*** Opening DATASET ENTRIES ***

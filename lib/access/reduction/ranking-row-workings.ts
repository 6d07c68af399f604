import 'server-only'
import exp from '@stdlib/math-base-special-exp'
import { type Estimate } from '../../analysis/estimate'
import { type SiteCountInput } from '../../analysis/reduction/run-input'
import { type ArrheniusFit } from '../../analysis/reduction/run-reduction'
import { intervalSentence } from '../../analysis/arrhenius/arrhenius-workings'
import { intervalOf } from '../../analysis/total-uncertainty'
import { type Working } from '../../analysis/working'
import { estimateSymbol, plainSymbol } from '../../analysis/working-symbols'
import { type MethodSettings } from '../../domain/method'

/** From the logarithm of a positive number to the number: parts become relative ones times the value. */
export function exponential(lnEstimate: Estimate): Estimate {
  const value = exp(lnEstimate.value)
  const own = lnEstimate.randomStandardUncertainty
  return {
    value,
    randomStandardUncertainty: own === null ? null : own * value,
    degreesOfFreedom: lnEstimate.degreesOfFreedom,
    sharedEffects: Object.fromEntries(
      Object.entries(lnEstimate.sharedEffects).map(([id, effect]) => [id, effect * value]),
    ),
  }
}

/** The numbers of a sample from the line over its runs, the spread between packed beds included. */
export interface SampleNumbers {
  readonly fit: ArrheniusFit
  readonly lnRate: Estimate
  readonly lnTurnover: Estimate | null
  readonly activationEnergy: Estimate
  readonly lnPreExponential: Estimate
  readonly loadingCount: number
}

/** How each number of a sample's row came about. */
export function rowWorkings(
  sampleCode: string,
  numbers: SampleNumbers,
  sites: SiteCountInput | null,
  settings: MethodSettings,
  /** what a loss of activity on stream does to the line */
  losses: readonly string[],
): Record<string, Working> {
  const { fit, lnRate, lnTurnover, loadingCount } = numbers
  const base = fit.workings
  const beds = `${loadingCount} packed bed${loadingCount === 1 ? '' : 's'}`
  const spread = (share: number, of: string) =>
    `Spread between packed beds, ${Math.round(share * 1000) / 10} % of ${of} a bed over ${beds}, is in the uncertainty (method setting; common practice).`
  // the line's own interval gives way to the sample's, in which the spread between beds is
  const notesOf = (
    notes: readonly string[],
    ofLine: readonly [number, number] | null,
    ofSample: Estimate,
    factor: number,
    unit: string,
  ): string[] => {
    const level = settings.confidenceLevel
    const interval = intervalOf(ofSample, level)
    const own = ofLine === null ? '' : intervalSentence(ofLine, level, factor, unit)
    return [
      ...losses,
      ...(interval === null ? [] : [intervalSentence(interval, level, factor, unit)]),
      ...notes.map((note) => (note === own ? `Of the line alone: ${note}` : note)),
    ]
  }
  const workings: Record<string, Working> = {}
  const energy = base['activationEnergyJPerMol']
  if (energy !== undefined)
    workings['activationEnergyJPerMol'] = {
      ...energy,
      result: estimateSymbol('E_a', energy.result.meaning, numbers.activationEnergy, 'kJ mol⁻¹', 1e-3),
      notes: notesOf(
        [spread(settings.betweenLoadingActivationEnergy, 'E_a'), ...energy.notes],
        fit.intervals.activationEnergyJPerMol,
        numbers.activationEnergy,
        1e-3,
        'kJ/mol',
      ),
    }
  const lnA = base['lnPreExponential']
  if (lnA !== undefined)
    workings['lnPreExponential'] = {
      ...lnA,
      result: estimateSymbol('ln A', lnA.result.meaning, numbers.lnPreExponential, 'ln(mol kg⁻¹ s⁻¹)', 1),
      notes: notesOf(
        [spread(settings.betweenLoadingRate, 'the rate'), ...lnA.notes],
        fit.intervals.lnPreExponential,
        numbers.lnPreExponential,
        1,
        'ln(mol kg⁻¹ s⁻¹)',
      ),
    }
  const rate = base['lnRateAtReference']
  const rateResult = estimateSymbol('r', 'rate at the reference', exponential(lnRate), 'µmol g⁻¹ s⁻¹', 1e3)
  if (rate !== undefined) {
    workings['rateMolPerKgS'] = {
      ...rate,
      result: rateResult,
      notes: notesOf(
        [spread(settings.betweenLoadingRate, 'the rate'), ...rate.notes],
        fit.intervals.lnRateAtReference,
        lnRate,
        1,
        'ln(mol kg⁻¹ s⁻¹)',
      ),
    }
    if (lnTurnover !== null && sites !== null)
      workings['turnoverFrequencyPerS'] = {
        ...rate,
        title: `Turnover frequency of ${sampleCode} at the reference`,
        formula: 'TOF = r / n_s',
        symbols: [
          rateResult,
          {
            ...plainSymbol('n_s', `surface sites by ${sites.method}`, sites.molPerKg * 1e3, 'µmol g⁻¹'),
            standardUncertainty: sites.molPerKg * sites.relativeStandardUncertainty * 1e3,
            uncertaintyKind: 'shared',
          },
        ],
        result: estimateSymbol('TOF', 'turnover frequency', exponential(lnTurnover), 's⁻¹', 1),
        source: 'M. Boudart, Chem. Rev. 95 (1995) 661 (turnover rates)',
        notes: [
          'The site count is one error for all temperatures: it moves ln A and the turnover frequency, not E_a.',
          spread(settings.betweenLoadingRate, 'the rate'),
        ],
      }
  }
  return workings
}
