import 'server-only'

/** How many results stay in memory; a run's is some tens of kilobytes. */
const MOST = 2_000

/**
 * Results by content key, newest use last, and the ones being computed: two people who ask at once get one computation. A key stands for
 * all that went in, so an entry can never be out of date, only unused.
 */
export class KeptResults<T> {
  readonly #kept = new Map<string, T>()
  readonly #underway = new Map<string, Promise<T>>()

  get(key: string): T | undefined {
    const found = this.#kept.get(key)
    if (found !== undefined) {
      this.#kept.delete(key)
      this.#kept.set(key, found)
    }
    return found
  }

  set(key: string, value: T): void {
    this.#kept.set(key, value)
    for (const oldest of this.#kept.keys()) {
      if (this.#kept.size <= MOST) break
      this.#kept.delete(oldest)
    }
  }

  async getOrCompute(key: string, compute: () => Promise<T>): Promise<T> {
    const found = this.get(key)
    if (found !== undefined) return found
    const running = this.#underway.get(key)
    if (running !== undefined) return running
    const started = compute()
      .then((value) => {
        this.set(key, value)
        return value
      })
      .finally(() => this.#underway.delete(key))
    this.#underway.set(key, started)
    return started
  }
}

*** Closing DATASET ENTRIES ***

Filter the records, keeping only lines that contain "MOST", and show those lines.

const MOST = 2_000
      if (this.#kept.size <= MOST) break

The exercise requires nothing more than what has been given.